* Data records:
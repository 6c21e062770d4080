package cholesky

import (
	"context"
	"errors"
	"fmt"
	"math"
	"slices"
	"testing"

	"gonum.org/v1/gonum/mat"

	"github.com/kchol/kchol/kernels"
)

// denseOperator returns A·v with gonum's SymDense.MulVec.
func denseOperator(a *mat.SymDense) Operator {
	return func(_ context.Context, dst, v []float64) error {
		mat.NewVecDense(len(dst), dst).MulVec(a, mat.NewVecDense(len(v), v))
		return nil
	}
}

// denseResidual returns ‖b − Θx‖₂/‖b‖₂ computed with gonum's dense Θ.
func denseResidual(theta *mat.SymDense, x, b []float64) float64 {
	var r mat.VecDense
	r.MulVec(theta, mat.NewVecDense(len(x), x))
	r.SubVec(mat.NewVecDense(len(b), b), &r)
	return mat.Norm(&r, 2) / mat.Norm(mat.NewVecDense(len(b), b), 2)
}

func TestSolveExactReachesTolerance(t *testing.T) {
	// Reference: the residual recomputed with gonum's dense Θ (SymDense.MulVec). The
	// result's Residual is the true one, so it must match the dense residual to the rounding
	// of a residual evaluation, about N·ε·‖Θ‖·‖x‖/‖b‖ (the dot-product bound, Higham,
	// Accuracy and Stability of Numerical Algorithms, 2nd ed., §3.1). Nuggets keep cond(Θ)·ε
	// below the tightest tolerance, or it could not be reached at all.
	const roundingFactor = 4 // slack on the rounding bound, our choice
	nuggets := map[kernels.Family]float64{kernels.Matern12: 0, kernels.Matern32: 1e-6, kernels.Matern52: 1e-4}
	n := 1500
	if testing.Short() {
		n = 700
	}
	for _, family := range []kernels.Family{kernels.Matern12, kernels.Matern32, kernels.Matern52} {
		for _, tol := range []float64{1e-6, 1e-10} {
			for _, pattern := range []Settings{{Neighbors: 10}, {Rho: 2}} {
				nugget := nuggets[family]
				name := fmt.Sprintf("n=%d/%v/nugget=%g/tol=%g/rho=%g/m=%d", n, family, nugget, tol, pattern.Rho, pattern.Neighbors)
				t.Run(name, func(t *testing.T) {
					const d = 2
					points := uniformPoints(n, d, 11)
					k := kernels.Stationary{Family: family, Dimension: d, LengthScale: 0.1, Nugget: nugget}
					f, err := New(context.Background(), points, d, k, &pattern)
					if err != nil {
						t.Fatal(err)
					}
					b := randomVector(n, 13)
					x, res, err := f.SolveExactTo(context.Background(), nil, b, &IterativeSettings{Tolerance: tol, Workers: 2})
					if err != nil {
						t.Fatal(err)
					}
					theta := denseKernelMatrix(k, points, d)
					dense := denseResidual(theta, x, b)
					t.Logf("iterations %d, products %d, residual %.3g (dense %.3g)", res.Iterations, res.Products, res.Residual, dense)
					if !res.Converged || res.Residual > tol {
						t.Fatalf("converged %v, residual %g > %g", res.Converged, res.Residual, tol)
					}
					rounding := roundingFactor * float64(n) * 0x1p-52 * mat.Norm(theta, 2) * norm2(x) / norm2(b)
					if dense > tol+rounding {
						t.Fatalf("dense residual %g > tolerance %g + rounding %g", dense, tol, rounding)
					}
					if math.Abs(dense-res.Residual) > rounding {
						t.Fatalf("reported residual %g, dense residual %g", res.Residual, dense)
					}
				})
			}
		}
	}
}

func TestSolveExactFullPatternConvergesAtOnce(t *testing.T) {
	// With ρ = ∞ the factor is exact (DESIGN.md §4), so the preconditioned matrix is I up to
	// rounding, and preconditioned CG converges in one iteration in exact arithmetic (a
	// standard fact: CG terminates after as many iterations as the preconditioned matrix has
	// distinct eigenvalues, Golub & Van Loan, Matrix Computations, 4th ed., §11.3). We allow
	// two for rounding.
	const maxIterations = 2
	n := 400
	if testing.Short() {
		n = 200
	}
	for _, family := range allFamilies {
		t.Run(fmt.Sprintf("n=%d/%v/tol=1e-10", n, family), func(t *testing.T) {
			const d = 2
			nugget := 0.0
			if family == kernels.Gaussian {
				nugget = 1e-4 // keeps cond(Θ)·ε well below the tolerance
			}
			points := uniformPoints(n, d, 17)
			k := kernels.Stationary{Family: family, Dimension: d, LengthScale: 0.1, Nugget: nugget}
			f, err := New(context.Background(), points, d, k, &Settings{Rho: math.Inf(1)})
			if err != nil {
				t.Fatal(err)
			}
			b := randomVector(n, 19)
			_, res, err := f.SolveExactTo(context.Background(), nil, b, &IterativeSettings{Tolerance: 1e-10})
			if err != nil {
				t.Fatal(err)
			}
			if res.Iterations > maxIterations {
				t.Fatalf("%d iterations, want ≤ %d (residual %g)", res.Iterations, maxIterations, res.Residual)
			}
		})
	}
}

func TestSolveExactErrorAgainstDenseSolve(t *testing.T) {
	// Reference: gonum's dense Cholesky solve. The forward error of any x with relative
	// residual r is at most κ₂(Θ)·r (Golub & Van Loan, Matrix Computations, 4th ed., §2.6.2,
	// the perturbation bound ‖x̂ − x‖/‖x‖ ≤ κ(A)‖r‖/‖b‖). κ₂ comes from gonum's EigenSym.
	// The dense solve has its own error of about κ₂·ε, which we add.
	n := 800
	if testing.Short() {
		n = 400
	}
	const tol = 1e-10
	for _, family := range []kernels.Family{kernels.Matern12, kernels.Matern32} {
		t.Run(fmt.Sprintf("n=%d/%v/l=0.05/tol=%g", n, family, tol), func(t *testing.T) {
			const d = 2
			points := uniformPoints(n, d, 23)
			k := kernels.Stationary{Family: family, Dimension: d, LengthScale: 0.05}
			f, err := New(context.Background(), points, d, k, &Settings{Neighbors: 10})
			if err != nil {
				t.Fatal(err)
			}
			b := randomVector(n, 29)
			x, res, err := f.SolveExactTo(context.Background(), nil, b, &IterativeSettings{Tolerance: tol})
			if err != nil {
				t.Fatal(err)
			}
			theta := denseKernelMatrix(k, points, d)
			var eig mat.EigenSym
			if !eig.Factorize(theta, false) {
				t.Fatal("gonum: eigen decomposition failed")
			}
			values := eig.Values(nil)
			cond := values[len(values)-1] / values[0]
			chol := denseCholesky(t, theta)
			var want mat.VecDense
			if err := chol.SolveVecTo(&want, mat.NewVecDense(n, b)); err != nil {
				t.Fatal(err)
			}
			got := relativeError(x, want.RawVector().Data)
			bound := cond * (res.Residual + 0x1p-52)
			t.Logf("cond %.3g, iterations %d, residual %.3g, error %.3g, bound %.3g", cond, res.Iterations, res.Residual, got, bound)
			if got > bound {
				t.Fatalf("error against dense solve %g > cond·residual %g", got, bound)
			}
		})
	}
}

func TestConjugateGradientDistinctEigenvalues(t *testing.T) {
	// Standard fact (Golub & Van Loan, Matrix Computations, 4th ed., §11.3): unpreconditioned
	// CG on an SPD matrix with k distinct eigenvalues terminates after k iterations in exact
	// arithmetic. A = Q diag(1, 2, 5 repeated) Qᵀ with Q a Householder reflection; one extra
	// iteration is allowed for rounding.
	for _, n := range []int{1, 2, 3, 9, 40} {
		t.Run(fmt.Sprintf("n=%d", n), func(t *testing.T) {
			u := randomVector(n, 31)
			var uu float64
			for _, v := range u {
				uu += v * v
			}
			a := mat.NewSymDense(n, nil)
			levels := []float64{1, 2, 5}
			for i := range n {
				for j := 0; j <= i; j++ {
					// (Q D Qᵀ)ᵢⱼ with Q = I − 2uuᵀ/uᵀu.
					var s float64
					for k := range n {
						qik := -2 * u[i] * u[k] / uu
						qjk := -2 * u[j] * u[k] / uu
						if i == k {
							qik++
						}
						if j == k {
							qjk++
						}
						s += qik * levels[k%3] * qjk
					}
					a.SetSym(i, j, s)
				}
			}
			distinct := min(n, 3)
			b := randomVector(n, 37)
			x, res, err := ConjugateGradient(context.Background(), nil, b, denseOperator(a), nil, &IterativeSettings{Tolerance: 1e-12})
			if err != nil {
				t.Fatal(err)
			}
			if res.Iterations > distinct+1 {
				t.Fatalf("%d iterations, want ≤ %d", res.Iterations, distinct+1)
			}
			if r := denseResidual(a, x, b); r > 1e-12 {
				t.Fatalf("dense residual %g", r)
			}
		})
	}
}

func TestConjugateGradientFailures(t *testing.T) {
	const n = 50
	points := uniformPoints(n, 2, 41)
	k := kernels.Stationary{Family: kernels.Matern32, Dimension: 2, LengthScale: 0.3}
	theta := denseKernelMatrix(k, points, 2)
	b := randomVector(n, 43)
	t.Run("iteration limit", func(t *testing.T) {
		x, res, err := ConjugateGradient(context.Background(), nil, b, denseOperator(theta), nil, &IterativeSettings{Tolerance: 1e-14, MaxIterations: 2})
		if !errors.Is(err, ErrNotConverged) {
			t.Fatalf("err = %v, want ErrNotConverged", err)
		}
		if res.Converged || res.Iterations != 2 {
			t.Fatalf("result %+v", res)
		}
		// The reported residual is the true one of the returned iterate.
		if r := denseResidual(theta, x, b); math.Abs(r-res.Residual) > 1e-12 {
			t.Fatalf("residual %g, dense %g", res.Residual, r)
		}
	})
	t.Run("not positive definite", func(t *testing.T) {
		negative := func(_ context.Context, dst, v []float64) error {
			for i := range v {
				dst[i] = -v[i]
			}
			return nil
		}
		if _, _, err := ConjugateGradient(context.Background(), nil, b, negative, nil, nil); err == nil || errors.Is(err, ErrNotConverged) {
			t.Fatalf("err = %v, want a positive-definiteness error", err)
		}
	})
	t.Run("zero right-hand side", func(t *testing.T) {
		x, res, err := ConjugateGradient(context.Background(), nil, make([]float64, n), denseOperator(theta), nil, nil)
		if err != nil || !res.Converged || res.Iterations != 0 || slices.ContainsFunc(x, func(v float64) bool { return v != 0 }) {
			t.Fatalf("x = %v, res = %+v, err = %v", x[:3], res, err)
		}
	})
	t.Run("cancelled", func(t *testing.T) {
		f, err := New(context.Background(), points, 2, k, nil)
		if err != nil {
			t.Fatal(err)
		}
		ctx, cancel := context.WithCancel(context.Background())
		cancel()
		if _, _, err := f.SolveExactTo(ctx, nil, b, nil); !errors.Is(err, context.Canceled) {
			t.Fatalf("err = %v, want context.Canceled", err)
		}
	})
	t.Run("bad settings panic", func(t *testing.T) {
		defer func() {
			if recover() == nil {
				t.Fatal("no panic")
			}
		}()
		ConjugateGradient(context.Background(), nil, b, denseOperator(theta), nil, &IterativeSettings{Tolerance: -1})
	})
}

func TestSolveExactWorkerDeterminism(t *testing.T) {
	// Property: the exact product gives the same bits for any worker count, so the whole
	// iteration does too.
	const n, d = 900, 2
	points := uniformPoints(n, d, 47)
	k := kernels.Stationary{Family: kernels.Matern32, Dimension: d, LengthScale: 0.1}
	f, err := New(context.Background(), points, d, k, nil)
	if err != nil {
		t.Fatal(err)
	}
	b := randomVector(n, 53)
	want, _, err := f.SolveExactTo(context.Background(), nil, b, &IterativeSettings{Workers: 1})
	if err != nil {
		t.Fatal(err)
	}
	for _, workers := range []int{2, 5} {
		got, _, err := f.SolveExactTo(context.Background(), nil, b, &IterativeSettings{Workers: workers})
		if err != nil {
			t.Fatal(err)
		}
		if !slices.Equal(got, want) {
			t.Fatalf("workers=%d: solution differs from workers=1", workers)
		}
	}
}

* Instructions for the task: Lines after the one containing "gonum's dense Θ." are not part of the task. Output the entries exactly from their first line through that one.

* Exercise solution:
repository 6c21e062770d4080
package cholesky

import (
	"context"
	"errors"
	"fmt"
	"math"
	"slices"
	"testing"

	"gonum.org/v1/gonum/mat"

	"github.com/kchol/kchol/kernels"
)

// denseOperator returns A·v with gonum's SymDense.MulVec.
func denseOperator(a *mat.SymDense) Operator {
	return func(_ context.Context, dst, v []float64) error {
		mat.NewVecDense(len(dst), dst).MulVec(a, mat.NewVecDense(len(v), v))
		return nil
	}
}

// denseResidual returns ‖b − Θx‖₂/‖b‖₂ computed with gonum's dense Θ.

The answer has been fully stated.